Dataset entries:
%%

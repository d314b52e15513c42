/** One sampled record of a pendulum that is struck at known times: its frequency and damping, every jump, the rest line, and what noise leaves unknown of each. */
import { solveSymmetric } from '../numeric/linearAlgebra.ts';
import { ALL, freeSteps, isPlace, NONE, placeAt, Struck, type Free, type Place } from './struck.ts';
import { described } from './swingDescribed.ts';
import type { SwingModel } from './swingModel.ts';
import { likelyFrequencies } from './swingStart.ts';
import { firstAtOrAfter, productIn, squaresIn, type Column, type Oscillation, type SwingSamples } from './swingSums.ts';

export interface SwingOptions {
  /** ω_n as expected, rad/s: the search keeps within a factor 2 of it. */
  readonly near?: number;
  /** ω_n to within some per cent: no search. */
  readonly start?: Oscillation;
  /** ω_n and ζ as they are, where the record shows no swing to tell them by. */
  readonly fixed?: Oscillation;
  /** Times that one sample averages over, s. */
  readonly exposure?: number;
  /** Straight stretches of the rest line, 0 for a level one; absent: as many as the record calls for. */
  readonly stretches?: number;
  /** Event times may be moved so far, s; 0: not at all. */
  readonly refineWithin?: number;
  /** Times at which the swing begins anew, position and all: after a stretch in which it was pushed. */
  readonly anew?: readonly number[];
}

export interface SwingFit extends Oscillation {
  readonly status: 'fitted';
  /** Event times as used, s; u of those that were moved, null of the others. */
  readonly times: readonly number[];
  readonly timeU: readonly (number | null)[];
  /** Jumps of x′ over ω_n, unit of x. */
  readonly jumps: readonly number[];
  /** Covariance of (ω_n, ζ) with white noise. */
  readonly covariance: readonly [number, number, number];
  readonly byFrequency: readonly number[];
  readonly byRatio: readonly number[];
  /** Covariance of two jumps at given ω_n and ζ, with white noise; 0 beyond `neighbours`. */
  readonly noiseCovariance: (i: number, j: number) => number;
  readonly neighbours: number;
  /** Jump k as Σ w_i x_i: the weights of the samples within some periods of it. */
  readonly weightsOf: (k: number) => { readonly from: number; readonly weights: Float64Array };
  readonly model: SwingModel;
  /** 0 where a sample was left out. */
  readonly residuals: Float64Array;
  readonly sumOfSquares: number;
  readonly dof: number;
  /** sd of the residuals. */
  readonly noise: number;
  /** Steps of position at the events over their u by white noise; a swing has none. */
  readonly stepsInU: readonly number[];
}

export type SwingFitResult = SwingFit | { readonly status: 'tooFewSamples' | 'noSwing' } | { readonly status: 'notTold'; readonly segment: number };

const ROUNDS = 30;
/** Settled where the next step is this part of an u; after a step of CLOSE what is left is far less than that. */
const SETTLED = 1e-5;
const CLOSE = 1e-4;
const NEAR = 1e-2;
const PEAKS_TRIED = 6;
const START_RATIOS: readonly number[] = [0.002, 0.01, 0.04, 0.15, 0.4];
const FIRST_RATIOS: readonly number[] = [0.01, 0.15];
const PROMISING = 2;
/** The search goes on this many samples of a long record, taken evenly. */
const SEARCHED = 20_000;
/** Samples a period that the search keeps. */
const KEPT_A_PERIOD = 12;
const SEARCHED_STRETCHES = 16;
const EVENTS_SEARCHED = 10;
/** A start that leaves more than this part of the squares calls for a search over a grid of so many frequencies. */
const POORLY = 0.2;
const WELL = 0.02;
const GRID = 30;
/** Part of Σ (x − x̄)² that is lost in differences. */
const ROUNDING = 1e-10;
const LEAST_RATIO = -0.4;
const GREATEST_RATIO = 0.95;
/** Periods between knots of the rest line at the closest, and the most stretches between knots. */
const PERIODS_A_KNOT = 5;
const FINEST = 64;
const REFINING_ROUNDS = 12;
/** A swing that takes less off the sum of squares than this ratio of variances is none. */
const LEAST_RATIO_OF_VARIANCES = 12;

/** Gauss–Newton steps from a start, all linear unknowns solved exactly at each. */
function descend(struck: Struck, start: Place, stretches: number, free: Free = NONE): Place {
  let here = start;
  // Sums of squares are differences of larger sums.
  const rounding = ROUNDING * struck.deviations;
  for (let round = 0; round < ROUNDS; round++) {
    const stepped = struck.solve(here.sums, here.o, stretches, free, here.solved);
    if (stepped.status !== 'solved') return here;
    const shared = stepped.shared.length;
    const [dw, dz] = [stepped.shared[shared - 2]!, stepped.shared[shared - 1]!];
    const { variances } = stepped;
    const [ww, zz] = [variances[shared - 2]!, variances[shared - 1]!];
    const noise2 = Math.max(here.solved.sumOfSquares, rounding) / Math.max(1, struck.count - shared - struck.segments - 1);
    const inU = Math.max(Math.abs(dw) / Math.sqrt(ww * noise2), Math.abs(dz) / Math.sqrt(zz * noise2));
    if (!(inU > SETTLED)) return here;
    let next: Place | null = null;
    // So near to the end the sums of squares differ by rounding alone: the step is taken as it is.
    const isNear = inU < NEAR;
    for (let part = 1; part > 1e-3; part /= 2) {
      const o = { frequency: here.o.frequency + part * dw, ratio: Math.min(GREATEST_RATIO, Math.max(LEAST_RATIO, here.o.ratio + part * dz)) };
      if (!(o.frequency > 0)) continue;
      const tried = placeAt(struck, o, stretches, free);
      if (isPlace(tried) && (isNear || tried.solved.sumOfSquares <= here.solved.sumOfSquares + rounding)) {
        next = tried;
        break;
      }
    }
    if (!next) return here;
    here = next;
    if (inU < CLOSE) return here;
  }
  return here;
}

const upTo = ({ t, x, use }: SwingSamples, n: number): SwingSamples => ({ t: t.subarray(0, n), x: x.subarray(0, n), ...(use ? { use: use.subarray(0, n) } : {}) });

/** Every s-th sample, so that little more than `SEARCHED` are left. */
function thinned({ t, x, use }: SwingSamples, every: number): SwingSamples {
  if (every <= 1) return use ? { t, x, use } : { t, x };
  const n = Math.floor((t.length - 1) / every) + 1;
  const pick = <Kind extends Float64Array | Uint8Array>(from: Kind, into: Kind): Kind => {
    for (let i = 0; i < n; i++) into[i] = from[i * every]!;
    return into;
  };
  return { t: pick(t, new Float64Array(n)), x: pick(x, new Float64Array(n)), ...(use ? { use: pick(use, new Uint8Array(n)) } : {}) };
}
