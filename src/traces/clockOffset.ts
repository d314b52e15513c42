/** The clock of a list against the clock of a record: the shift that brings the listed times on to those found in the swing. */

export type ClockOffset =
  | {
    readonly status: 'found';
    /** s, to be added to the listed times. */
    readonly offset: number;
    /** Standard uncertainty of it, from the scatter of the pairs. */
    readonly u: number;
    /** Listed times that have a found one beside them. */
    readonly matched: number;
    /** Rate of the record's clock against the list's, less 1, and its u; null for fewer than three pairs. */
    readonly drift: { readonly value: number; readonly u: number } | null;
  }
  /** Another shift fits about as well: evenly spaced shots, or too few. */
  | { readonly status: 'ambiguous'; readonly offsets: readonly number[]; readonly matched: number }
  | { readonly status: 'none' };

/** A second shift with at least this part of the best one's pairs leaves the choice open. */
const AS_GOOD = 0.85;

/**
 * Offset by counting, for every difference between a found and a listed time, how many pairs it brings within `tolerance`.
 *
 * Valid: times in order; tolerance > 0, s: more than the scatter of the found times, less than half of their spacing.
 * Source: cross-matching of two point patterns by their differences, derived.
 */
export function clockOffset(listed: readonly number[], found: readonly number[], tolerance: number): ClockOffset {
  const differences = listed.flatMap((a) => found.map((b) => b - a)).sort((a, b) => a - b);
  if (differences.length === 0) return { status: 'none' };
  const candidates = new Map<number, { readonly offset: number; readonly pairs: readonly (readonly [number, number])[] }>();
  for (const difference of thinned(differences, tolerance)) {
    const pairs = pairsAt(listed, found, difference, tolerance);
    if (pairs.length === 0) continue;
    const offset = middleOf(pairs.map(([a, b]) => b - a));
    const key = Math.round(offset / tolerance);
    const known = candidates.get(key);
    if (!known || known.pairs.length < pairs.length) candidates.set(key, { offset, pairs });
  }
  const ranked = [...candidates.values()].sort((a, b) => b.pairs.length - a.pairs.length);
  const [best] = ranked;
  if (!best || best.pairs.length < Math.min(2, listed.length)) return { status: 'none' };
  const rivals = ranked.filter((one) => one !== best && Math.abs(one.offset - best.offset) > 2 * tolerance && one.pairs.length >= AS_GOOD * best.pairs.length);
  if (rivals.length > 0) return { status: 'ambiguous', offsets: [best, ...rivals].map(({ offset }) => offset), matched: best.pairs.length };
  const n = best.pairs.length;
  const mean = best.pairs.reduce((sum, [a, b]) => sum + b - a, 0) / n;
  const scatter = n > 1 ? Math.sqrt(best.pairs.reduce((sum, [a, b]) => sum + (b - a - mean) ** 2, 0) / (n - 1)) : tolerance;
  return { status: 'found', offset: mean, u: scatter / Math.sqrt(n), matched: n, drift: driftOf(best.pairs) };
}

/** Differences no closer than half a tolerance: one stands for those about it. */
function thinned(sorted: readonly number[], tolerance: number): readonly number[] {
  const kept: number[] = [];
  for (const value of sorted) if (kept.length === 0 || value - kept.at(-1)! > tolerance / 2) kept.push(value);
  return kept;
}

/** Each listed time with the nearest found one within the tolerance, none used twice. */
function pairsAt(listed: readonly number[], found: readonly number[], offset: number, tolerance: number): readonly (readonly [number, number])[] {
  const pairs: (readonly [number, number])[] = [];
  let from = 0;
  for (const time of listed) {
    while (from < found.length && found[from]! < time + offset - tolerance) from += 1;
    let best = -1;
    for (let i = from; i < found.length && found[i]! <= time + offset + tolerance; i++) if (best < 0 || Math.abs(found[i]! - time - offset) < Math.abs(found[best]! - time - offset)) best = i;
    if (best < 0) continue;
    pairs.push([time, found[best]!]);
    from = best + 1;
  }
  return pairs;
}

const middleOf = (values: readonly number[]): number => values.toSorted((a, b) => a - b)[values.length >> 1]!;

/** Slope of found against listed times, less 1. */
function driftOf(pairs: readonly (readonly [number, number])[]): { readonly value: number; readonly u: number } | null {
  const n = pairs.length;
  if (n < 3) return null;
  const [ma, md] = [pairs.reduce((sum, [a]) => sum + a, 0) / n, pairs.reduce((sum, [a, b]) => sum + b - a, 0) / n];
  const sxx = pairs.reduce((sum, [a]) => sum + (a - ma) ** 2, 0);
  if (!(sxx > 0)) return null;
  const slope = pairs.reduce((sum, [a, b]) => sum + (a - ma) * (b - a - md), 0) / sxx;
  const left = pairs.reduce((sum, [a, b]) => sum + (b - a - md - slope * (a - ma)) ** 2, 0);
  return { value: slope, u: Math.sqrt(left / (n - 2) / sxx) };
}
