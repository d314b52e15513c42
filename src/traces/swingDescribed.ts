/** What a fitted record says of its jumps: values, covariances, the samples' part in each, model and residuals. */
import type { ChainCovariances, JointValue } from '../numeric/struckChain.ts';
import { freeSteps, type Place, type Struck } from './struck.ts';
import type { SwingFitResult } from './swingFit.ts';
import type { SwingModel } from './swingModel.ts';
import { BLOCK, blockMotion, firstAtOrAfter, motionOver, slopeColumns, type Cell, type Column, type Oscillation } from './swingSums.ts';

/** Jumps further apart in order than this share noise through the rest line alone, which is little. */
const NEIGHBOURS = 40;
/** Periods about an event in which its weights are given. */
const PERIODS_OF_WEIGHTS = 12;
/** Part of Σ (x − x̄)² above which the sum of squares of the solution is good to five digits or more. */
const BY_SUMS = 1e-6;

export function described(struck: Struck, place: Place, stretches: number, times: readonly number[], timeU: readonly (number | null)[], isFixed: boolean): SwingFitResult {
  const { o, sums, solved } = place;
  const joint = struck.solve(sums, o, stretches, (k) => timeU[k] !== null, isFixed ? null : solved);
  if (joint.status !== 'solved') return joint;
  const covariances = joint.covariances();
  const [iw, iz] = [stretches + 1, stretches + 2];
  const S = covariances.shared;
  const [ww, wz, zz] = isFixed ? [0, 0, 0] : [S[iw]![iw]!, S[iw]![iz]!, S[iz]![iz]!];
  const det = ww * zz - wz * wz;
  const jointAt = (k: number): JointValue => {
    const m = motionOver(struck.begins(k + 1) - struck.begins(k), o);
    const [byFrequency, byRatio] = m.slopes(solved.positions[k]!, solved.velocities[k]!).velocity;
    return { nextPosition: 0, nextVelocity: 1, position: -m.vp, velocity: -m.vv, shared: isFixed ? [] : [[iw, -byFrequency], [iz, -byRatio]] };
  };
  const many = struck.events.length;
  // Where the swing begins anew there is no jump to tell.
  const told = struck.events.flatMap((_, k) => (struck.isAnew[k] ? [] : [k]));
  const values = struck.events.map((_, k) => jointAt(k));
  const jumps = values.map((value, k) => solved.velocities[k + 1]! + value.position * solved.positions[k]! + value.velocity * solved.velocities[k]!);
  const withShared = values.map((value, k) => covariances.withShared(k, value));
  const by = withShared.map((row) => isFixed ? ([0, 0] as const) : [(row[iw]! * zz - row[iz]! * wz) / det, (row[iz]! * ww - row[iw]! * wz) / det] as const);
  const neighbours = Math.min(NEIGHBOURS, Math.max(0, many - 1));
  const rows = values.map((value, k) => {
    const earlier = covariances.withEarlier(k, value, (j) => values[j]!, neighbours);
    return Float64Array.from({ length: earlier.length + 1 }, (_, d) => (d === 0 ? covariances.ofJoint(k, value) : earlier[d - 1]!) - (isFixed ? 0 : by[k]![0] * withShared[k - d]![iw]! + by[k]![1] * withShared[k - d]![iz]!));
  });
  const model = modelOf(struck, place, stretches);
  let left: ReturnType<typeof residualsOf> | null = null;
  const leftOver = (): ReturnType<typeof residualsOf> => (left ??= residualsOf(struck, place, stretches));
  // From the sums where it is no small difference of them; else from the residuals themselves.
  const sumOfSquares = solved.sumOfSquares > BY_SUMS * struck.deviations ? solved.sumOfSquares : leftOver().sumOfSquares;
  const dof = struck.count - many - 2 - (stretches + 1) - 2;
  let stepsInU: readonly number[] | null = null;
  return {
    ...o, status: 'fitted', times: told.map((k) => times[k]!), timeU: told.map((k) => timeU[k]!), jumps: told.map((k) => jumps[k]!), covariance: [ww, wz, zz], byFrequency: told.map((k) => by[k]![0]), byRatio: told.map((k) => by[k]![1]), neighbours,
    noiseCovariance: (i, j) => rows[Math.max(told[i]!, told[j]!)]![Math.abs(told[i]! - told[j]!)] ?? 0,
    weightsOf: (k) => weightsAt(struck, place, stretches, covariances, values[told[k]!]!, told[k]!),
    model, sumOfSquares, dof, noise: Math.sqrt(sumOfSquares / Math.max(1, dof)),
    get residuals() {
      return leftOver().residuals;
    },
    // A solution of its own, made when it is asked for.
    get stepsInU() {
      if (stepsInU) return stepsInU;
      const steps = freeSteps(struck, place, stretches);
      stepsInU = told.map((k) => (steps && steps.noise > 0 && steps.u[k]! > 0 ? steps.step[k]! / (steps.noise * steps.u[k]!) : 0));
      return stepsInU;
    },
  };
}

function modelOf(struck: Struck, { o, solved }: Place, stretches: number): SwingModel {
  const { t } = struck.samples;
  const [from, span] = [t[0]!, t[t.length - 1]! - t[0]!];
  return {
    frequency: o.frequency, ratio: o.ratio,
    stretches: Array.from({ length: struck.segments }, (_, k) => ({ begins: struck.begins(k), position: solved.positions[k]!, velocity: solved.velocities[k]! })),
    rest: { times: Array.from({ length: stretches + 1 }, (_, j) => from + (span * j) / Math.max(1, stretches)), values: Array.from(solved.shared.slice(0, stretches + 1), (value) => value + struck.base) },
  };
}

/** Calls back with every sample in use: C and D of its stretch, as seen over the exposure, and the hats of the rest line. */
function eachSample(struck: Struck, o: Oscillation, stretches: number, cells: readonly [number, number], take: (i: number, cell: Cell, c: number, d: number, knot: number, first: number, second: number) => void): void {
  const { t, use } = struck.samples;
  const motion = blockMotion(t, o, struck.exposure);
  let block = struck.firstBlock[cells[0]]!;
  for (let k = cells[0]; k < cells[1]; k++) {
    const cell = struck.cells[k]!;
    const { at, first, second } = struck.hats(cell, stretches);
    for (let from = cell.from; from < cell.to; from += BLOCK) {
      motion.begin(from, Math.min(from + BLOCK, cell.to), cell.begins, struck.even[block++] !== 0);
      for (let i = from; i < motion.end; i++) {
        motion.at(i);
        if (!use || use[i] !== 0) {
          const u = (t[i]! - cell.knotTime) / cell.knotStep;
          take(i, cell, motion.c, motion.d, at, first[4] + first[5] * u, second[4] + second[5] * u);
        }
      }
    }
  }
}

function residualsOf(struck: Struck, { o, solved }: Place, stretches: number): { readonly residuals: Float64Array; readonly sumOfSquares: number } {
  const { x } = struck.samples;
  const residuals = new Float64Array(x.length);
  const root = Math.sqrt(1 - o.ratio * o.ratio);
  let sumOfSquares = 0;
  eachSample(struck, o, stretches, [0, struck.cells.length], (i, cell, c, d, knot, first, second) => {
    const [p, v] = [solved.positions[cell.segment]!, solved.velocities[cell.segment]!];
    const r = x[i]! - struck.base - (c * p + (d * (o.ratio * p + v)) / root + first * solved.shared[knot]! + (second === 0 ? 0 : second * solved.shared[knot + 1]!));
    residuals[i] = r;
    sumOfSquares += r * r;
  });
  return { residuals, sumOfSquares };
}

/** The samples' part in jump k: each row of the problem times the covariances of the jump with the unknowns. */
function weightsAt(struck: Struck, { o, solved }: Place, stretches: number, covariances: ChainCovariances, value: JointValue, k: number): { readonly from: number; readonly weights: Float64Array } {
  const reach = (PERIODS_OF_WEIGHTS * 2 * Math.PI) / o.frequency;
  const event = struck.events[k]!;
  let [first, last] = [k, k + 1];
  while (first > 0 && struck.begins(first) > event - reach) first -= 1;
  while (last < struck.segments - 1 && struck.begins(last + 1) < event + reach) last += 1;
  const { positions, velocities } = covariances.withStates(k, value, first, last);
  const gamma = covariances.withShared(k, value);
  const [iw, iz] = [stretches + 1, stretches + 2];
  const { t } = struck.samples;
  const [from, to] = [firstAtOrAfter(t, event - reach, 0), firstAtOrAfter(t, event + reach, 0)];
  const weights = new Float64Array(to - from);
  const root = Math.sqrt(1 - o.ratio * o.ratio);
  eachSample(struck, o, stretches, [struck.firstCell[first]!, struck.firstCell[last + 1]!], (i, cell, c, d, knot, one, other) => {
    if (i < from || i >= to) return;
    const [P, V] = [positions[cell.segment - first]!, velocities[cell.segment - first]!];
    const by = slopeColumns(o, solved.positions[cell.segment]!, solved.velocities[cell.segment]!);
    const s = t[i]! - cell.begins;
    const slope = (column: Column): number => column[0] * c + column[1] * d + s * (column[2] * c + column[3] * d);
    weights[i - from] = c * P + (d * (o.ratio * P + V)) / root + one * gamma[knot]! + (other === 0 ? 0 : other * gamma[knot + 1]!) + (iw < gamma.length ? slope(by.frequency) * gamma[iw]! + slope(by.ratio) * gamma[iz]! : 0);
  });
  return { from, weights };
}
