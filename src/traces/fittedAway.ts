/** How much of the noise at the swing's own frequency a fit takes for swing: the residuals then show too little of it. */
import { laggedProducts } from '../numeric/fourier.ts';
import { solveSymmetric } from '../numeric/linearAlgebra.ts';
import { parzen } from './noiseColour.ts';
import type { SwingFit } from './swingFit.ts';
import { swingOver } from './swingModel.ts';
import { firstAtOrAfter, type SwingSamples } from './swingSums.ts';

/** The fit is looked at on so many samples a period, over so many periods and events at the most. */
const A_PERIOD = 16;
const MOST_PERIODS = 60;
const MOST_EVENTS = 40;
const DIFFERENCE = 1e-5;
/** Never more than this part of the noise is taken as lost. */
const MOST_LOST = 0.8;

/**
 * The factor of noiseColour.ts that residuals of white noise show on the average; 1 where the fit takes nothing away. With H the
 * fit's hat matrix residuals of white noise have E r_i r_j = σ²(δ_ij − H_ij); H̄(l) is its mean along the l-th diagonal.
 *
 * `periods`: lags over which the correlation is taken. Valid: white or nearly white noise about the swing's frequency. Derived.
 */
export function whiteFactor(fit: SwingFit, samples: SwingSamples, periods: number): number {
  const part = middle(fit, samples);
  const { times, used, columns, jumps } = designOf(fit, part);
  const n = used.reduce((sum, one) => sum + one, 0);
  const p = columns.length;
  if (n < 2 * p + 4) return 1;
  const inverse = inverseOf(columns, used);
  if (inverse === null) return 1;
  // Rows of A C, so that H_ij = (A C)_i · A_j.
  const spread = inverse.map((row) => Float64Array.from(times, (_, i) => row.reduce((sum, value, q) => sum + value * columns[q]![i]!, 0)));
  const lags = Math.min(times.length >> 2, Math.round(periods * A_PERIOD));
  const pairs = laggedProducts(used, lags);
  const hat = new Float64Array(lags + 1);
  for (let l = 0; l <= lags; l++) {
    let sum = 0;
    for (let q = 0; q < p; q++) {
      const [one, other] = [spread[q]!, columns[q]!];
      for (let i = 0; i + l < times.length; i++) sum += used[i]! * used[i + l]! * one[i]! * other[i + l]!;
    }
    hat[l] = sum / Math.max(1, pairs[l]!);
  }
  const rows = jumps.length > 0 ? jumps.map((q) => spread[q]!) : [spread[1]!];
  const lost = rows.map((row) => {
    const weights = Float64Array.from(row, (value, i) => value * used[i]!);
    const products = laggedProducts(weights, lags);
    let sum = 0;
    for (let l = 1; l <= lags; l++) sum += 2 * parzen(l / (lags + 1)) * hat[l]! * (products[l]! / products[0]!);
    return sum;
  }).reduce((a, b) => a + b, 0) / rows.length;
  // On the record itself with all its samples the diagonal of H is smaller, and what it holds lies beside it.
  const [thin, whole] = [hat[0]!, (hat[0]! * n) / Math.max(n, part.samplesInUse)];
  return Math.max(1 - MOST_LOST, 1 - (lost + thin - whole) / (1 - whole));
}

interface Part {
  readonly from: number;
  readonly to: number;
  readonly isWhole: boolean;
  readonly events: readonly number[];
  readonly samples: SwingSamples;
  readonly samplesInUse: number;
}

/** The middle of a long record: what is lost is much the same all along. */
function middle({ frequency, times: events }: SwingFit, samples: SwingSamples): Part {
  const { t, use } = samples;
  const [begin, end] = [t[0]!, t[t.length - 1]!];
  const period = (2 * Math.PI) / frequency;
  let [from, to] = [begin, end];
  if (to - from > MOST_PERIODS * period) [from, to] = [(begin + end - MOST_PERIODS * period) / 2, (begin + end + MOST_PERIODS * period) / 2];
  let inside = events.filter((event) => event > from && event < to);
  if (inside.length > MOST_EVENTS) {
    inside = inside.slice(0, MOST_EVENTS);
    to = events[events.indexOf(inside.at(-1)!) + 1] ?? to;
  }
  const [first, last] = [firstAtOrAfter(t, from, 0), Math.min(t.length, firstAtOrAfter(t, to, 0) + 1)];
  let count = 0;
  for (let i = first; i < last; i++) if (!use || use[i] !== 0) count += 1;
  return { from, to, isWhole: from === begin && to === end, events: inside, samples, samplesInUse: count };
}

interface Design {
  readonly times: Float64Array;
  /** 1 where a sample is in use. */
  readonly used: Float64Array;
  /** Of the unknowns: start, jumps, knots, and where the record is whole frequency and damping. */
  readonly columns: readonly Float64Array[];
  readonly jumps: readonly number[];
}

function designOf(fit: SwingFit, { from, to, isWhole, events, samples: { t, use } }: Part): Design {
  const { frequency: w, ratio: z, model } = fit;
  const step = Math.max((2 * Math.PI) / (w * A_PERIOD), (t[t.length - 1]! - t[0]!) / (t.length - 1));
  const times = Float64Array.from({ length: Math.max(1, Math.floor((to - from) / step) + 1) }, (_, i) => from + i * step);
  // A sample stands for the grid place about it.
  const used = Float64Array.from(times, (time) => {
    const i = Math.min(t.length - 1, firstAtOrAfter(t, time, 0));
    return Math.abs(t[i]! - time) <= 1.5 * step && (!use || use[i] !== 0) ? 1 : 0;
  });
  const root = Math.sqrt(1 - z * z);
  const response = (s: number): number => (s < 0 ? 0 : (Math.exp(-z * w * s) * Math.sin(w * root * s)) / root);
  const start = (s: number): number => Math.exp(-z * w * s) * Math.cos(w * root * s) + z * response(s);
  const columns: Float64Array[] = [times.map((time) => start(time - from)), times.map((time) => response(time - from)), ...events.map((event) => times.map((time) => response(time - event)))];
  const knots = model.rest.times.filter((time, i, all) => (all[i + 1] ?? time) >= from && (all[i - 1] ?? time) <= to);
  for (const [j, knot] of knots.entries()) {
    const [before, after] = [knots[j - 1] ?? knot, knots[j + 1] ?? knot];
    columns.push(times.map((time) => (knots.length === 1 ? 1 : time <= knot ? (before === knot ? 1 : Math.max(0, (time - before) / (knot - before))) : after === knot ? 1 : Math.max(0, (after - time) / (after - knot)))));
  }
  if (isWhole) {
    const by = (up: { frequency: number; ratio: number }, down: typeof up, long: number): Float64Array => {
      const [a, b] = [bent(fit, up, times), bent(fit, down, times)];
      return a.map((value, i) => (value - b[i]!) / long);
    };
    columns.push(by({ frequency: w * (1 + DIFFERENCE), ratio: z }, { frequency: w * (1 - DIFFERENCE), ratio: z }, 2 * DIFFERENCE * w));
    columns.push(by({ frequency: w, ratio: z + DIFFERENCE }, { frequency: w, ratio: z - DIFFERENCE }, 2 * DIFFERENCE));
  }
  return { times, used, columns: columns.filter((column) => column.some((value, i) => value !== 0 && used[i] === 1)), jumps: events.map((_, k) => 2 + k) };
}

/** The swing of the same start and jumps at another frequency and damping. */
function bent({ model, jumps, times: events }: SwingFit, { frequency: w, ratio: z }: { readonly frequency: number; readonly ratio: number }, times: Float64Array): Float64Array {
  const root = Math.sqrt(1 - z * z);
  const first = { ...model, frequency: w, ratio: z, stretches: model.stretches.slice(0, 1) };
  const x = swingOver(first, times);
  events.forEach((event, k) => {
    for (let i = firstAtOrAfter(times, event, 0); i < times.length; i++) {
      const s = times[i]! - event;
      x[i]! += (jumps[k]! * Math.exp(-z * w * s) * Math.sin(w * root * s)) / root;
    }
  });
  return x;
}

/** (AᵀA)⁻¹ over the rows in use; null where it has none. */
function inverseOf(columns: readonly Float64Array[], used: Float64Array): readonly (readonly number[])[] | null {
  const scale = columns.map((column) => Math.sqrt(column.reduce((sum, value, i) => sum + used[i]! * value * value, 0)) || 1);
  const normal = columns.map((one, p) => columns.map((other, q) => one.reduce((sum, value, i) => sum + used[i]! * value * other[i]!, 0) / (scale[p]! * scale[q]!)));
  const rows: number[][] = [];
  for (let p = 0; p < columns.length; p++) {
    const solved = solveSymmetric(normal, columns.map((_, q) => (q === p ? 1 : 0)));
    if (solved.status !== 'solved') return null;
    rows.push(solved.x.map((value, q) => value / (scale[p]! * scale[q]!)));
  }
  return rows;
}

%%

» **What is expected**: Using the data above, restate word for word the lines from its opening line through the line that contains "readonly times: readonly number[];", and no more.

» **Output**:
repository d314b52e15513c42
/** One sampled record of a pendulum that is struck at known times: its frequency and damping, every jump, the rest line, and what noise leaves unknown of each. */
import { solveSymmetric } from '../numeric/linearAlgebra.ts';
import { ALL, freeSteps, isPlace, NONE, placeAt, Struck, type Free, type Place } from './struck.ts';
import { described } from './swingDescribed.ts';
import type { SwingModel } from './swingModel.ts';
import { likelyFrequencies } from './swingStart.ts';
import { firstAtOrAfter, productIn, squaresIn, type Column, type Oscillation, type SwingSamples } from './swingSums.ts';

export interface SwingOptions {
  /** ω_n as expected, rad/s: the search keeps within a factor 2 of it. */
  readonly near?: number;
  /** ω_n to within some per cent: no search. */
  readonly start?: Oscillation;
  /** ω_n and ζ as they are, where the record shows no swing to tell them by. */
  readonly fixed?: Oscillation;
  /** Times that one sample averages over, s. */
  readonly exposure?: number;
  /** Straight stretches of the rest line, 0 for a level one; absent: as many as the record calls for. */
  readonly stretches?: number;
  /** Event times may be moved so far, s; 0: not at all. */
  readonly refineWithin?: number;
  /** Times at which the swing begins anew, position and all: after a stretch in which it was pushed. */
  readonly anew?: readonly number[];
}

export interface SwingFit extends Oscillation {
  readonly status: 'fitted';
  /** Event times as used, s; u of those that were moved, null of the others. */
  readonly times: readonly number[];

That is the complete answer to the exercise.